====== Given records
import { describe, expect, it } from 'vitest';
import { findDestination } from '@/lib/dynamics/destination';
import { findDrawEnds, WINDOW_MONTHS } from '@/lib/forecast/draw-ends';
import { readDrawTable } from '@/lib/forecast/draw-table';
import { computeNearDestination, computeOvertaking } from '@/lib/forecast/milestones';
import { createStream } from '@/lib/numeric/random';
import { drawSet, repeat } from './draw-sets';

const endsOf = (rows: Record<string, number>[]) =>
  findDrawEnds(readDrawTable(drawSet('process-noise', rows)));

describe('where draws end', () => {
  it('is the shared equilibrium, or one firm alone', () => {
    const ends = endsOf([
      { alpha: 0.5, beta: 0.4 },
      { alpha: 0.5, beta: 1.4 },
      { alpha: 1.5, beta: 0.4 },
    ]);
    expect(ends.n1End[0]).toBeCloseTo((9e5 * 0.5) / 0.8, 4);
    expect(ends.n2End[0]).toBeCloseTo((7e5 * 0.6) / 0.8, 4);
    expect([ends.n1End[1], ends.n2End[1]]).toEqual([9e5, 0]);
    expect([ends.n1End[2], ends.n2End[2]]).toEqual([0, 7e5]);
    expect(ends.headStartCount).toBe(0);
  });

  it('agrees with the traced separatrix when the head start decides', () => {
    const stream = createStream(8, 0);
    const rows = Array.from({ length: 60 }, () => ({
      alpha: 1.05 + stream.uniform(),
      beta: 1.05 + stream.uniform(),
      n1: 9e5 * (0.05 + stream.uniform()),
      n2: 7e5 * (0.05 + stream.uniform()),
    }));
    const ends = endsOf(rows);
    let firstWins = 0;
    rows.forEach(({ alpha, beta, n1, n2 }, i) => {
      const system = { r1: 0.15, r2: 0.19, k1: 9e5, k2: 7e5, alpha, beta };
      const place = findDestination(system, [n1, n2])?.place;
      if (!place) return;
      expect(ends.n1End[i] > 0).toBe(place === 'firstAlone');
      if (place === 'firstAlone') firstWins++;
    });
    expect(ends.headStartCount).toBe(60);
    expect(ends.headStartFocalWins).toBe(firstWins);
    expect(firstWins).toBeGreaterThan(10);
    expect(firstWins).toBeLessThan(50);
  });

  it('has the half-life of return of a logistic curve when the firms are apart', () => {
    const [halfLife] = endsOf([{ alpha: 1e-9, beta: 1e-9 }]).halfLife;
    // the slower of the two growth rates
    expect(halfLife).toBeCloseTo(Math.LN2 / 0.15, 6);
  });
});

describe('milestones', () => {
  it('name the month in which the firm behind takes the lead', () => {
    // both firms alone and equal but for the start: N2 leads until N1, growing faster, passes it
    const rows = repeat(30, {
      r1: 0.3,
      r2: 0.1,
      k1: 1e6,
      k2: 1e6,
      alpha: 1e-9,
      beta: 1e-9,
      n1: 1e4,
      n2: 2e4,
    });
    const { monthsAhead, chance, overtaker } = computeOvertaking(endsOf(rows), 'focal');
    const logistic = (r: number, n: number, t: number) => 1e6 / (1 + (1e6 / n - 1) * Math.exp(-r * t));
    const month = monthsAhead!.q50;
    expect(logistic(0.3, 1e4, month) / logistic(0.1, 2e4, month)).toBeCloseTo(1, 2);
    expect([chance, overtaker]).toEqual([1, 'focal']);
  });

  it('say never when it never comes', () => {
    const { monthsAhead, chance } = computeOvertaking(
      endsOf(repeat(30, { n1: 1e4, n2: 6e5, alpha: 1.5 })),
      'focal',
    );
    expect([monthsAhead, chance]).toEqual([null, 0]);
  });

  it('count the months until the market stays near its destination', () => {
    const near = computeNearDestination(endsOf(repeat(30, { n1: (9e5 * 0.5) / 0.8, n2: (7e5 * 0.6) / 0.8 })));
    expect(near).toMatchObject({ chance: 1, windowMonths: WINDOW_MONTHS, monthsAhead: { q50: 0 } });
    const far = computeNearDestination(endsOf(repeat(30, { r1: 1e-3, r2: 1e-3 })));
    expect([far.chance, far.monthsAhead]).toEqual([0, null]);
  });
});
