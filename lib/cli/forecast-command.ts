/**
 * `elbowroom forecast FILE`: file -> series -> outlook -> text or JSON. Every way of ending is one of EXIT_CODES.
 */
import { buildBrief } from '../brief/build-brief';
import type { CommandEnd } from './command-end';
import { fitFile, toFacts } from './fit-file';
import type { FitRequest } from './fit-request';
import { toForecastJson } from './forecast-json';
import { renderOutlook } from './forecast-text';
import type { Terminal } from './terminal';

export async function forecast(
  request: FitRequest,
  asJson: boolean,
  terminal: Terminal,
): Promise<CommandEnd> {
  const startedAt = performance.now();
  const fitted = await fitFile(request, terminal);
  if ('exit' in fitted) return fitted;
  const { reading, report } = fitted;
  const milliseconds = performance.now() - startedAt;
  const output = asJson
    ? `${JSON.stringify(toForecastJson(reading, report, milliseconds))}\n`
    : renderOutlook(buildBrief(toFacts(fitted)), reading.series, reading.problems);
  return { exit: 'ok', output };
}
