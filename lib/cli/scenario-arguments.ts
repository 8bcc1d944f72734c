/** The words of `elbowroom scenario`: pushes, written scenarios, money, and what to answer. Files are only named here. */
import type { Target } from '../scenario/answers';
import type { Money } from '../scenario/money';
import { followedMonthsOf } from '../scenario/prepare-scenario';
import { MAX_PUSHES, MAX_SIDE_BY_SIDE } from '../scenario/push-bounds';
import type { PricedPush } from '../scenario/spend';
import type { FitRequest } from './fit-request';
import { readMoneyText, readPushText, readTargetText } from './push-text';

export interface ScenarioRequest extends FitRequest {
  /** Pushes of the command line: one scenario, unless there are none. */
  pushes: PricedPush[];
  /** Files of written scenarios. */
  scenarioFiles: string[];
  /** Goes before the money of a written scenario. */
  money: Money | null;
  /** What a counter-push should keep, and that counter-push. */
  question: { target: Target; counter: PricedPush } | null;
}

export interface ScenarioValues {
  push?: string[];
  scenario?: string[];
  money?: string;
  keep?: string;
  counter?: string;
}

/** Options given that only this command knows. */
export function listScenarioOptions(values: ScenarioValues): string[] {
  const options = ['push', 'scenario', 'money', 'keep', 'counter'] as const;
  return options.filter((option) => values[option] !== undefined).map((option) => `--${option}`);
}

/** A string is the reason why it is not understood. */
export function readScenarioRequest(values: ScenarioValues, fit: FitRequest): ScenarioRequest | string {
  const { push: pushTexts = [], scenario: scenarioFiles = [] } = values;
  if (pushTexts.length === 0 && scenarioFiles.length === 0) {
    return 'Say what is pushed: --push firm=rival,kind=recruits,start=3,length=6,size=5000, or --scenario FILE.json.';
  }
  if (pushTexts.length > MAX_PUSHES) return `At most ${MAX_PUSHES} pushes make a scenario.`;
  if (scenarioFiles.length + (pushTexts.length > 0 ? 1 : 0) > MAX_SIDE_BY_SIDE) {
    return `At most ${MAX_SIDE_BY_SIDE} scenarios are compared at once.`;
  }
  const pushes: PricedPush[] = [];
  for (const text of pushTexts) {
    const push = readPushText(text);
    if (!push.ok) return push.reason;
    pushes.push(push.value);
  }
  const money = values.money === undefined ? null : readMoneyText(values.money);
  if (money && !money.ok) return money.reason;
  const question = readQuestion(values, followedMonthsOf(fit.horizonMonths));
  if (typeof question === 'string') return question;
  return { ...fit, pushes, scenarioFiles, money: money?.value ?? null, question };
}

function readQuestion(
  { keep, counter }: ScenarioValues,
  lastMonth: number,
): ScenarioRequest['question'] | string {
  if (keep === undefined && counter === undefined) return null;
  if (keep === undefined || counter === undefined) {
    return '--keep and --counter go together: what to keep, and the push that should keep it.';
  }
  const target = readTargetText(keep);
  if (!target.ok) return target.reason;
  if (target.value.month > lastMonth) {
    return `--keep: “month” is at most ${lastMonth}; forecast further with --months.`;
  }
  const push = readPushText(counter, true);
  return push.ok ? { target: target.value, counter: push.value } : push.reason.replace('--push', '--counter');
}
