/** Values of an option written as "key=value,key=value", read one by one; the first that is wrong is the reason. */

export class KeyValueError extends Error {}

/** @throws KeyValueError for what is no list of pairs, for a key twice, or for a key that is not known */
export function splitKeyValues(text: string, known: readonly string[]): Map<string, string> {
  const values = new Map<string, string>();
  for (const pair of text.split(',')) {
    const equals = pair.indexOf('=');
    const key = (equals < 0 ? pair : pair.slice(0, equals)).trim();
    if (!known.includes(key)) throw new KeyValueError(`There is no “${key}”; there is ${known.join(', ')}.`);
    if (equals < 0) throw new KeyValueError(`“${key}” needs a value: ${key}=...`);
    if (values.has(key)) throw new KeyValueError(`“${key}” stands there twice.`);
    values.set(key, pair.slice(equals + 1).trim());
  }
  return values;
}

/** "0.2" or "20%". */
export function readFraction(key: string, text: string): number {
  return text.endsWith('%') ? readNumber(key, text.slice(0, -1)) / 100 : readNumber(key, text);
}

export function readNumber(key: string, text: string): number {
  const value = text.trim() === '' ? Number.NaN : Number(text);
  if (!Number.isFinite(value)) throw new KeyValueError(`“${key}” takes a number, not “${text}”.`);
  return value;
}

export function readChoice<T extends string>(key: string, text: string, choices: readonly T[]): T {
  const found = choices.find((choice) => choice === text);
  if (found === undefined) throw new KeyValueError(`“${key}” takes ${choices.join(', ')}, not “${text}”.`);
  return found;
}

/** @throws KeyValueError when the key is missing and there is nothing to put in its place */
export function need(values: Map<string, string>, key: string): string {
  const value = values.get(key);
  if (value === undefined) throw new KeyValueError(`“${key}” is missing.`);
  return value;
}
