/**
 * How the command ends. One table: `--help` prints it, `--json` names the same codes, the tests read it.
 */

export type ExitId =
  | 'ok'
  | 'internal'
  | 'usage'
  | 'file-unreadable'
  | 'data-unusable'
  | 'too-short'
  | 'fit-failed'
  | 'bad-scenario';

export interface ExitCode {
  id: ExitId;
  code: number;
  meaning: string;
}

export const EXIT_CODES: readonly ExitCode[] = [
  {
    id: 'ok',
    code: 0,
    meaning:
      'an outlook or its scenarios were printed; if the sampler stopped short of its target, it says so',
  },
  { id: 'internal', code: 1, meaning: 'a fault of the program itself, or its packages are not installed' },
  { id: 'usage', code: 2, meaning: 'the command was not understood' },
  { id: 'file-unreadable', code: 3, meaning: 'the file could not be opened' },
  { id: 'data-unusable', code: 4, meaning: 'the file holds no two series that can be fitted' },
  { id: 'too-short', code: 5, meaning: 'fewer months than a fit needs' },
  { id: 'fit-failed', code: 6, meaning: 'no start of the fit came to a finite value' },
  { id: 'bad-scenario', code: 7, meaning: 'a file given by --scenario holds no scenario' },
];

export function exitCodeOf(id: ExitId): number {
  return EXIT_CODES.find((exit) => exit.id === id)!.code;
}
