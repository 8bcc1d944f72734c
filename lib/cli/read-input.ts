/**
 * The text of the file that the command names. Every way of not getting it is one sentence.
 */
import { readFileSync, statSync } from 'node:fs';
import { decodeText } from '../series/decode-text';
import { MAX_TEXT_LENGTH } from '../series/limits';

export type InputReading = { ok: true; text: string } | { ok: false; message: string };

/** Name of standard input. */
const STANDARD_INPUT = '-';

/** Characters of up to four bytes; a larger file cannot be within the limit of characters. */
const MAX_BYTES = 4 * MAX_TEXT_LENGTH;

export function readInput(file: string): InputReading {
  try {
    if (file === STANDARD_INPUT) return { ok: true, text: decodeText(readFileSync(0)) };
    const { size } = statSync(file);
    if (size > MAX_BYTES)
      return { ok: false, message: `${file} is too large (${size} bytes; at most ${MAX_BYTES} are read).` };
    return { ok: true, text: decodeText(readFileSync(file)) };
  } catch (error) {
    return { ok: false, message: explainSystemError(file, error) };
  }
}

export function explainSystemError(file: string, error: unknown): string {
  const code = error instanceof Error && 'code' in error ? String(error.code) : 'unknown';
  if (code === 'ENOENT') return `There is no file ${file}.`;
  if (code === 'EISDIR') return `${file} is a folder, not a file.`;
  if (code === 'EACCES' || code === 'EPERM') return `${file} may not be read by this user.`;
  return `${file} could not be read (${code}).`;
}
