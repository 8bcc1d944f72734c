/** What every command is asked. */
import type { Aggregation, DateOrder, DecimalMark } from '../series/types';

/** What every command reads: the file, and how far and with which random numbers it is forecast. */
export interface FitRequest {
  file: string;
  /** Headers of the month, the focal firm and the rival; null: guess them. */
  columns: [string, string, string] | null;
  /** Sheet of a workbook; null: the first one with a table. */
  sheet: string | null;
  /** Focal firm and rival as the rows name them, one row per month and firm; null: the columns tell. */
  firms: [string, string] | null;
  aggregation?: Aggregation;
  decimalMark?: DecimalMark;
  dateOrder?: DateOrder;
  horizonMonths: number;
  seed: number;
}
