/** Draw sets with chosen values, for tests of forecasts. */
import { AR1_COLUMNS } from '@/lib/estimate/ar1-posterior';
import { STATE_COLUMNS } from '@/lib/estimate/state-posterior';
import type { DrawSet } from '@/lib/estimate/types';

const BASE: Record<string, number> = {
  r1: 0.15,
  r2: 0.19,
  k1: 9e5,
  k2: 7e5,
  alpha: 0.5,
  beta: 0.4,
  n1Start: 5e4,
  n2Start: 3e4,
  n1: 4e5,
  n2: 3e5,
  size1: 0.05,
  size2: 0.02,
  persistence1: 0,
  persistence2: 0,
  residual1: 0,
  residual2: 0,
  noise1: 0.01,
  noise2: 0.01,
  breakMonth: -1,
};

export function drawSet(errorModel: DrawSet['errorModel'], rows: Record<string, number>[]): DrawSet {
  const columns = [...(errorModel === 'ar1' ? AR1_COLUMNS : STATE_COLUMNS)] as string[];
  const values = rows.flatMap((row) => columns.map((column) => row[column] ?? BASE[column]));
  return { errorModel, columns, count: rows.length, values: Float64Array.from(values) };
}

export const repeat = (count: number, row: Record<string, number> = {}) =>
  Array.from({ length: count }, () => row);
============
Set down, exactly as they appear above, all lines from the one that has "const stream = createStream(8, 0);" down to the one that has "7e5, alpha, beta", including those two and no others.

◆ **Finished task**:
    const stream = createStream(8, 0);
    const rows = Array.from({ length: 60 }, () => ({
      alpha: 1.05 + stream.uniform(),
      beta: 1.05 + stream.uniform(),
      n1: 9e5 * (0.05 + stream.uniform()),
      n2: 7e5 * (0.05 + stream.uniform()),
    }));
    const ends = endsOf(rows);
    let firstWins = 0;
    rows.forEach(({ alpha, beta, n1, n2 }, i) => {
      const system = { r1: 0.15, r2: 0.19, k1: 9e5, k2: 7e5, alpha, beta };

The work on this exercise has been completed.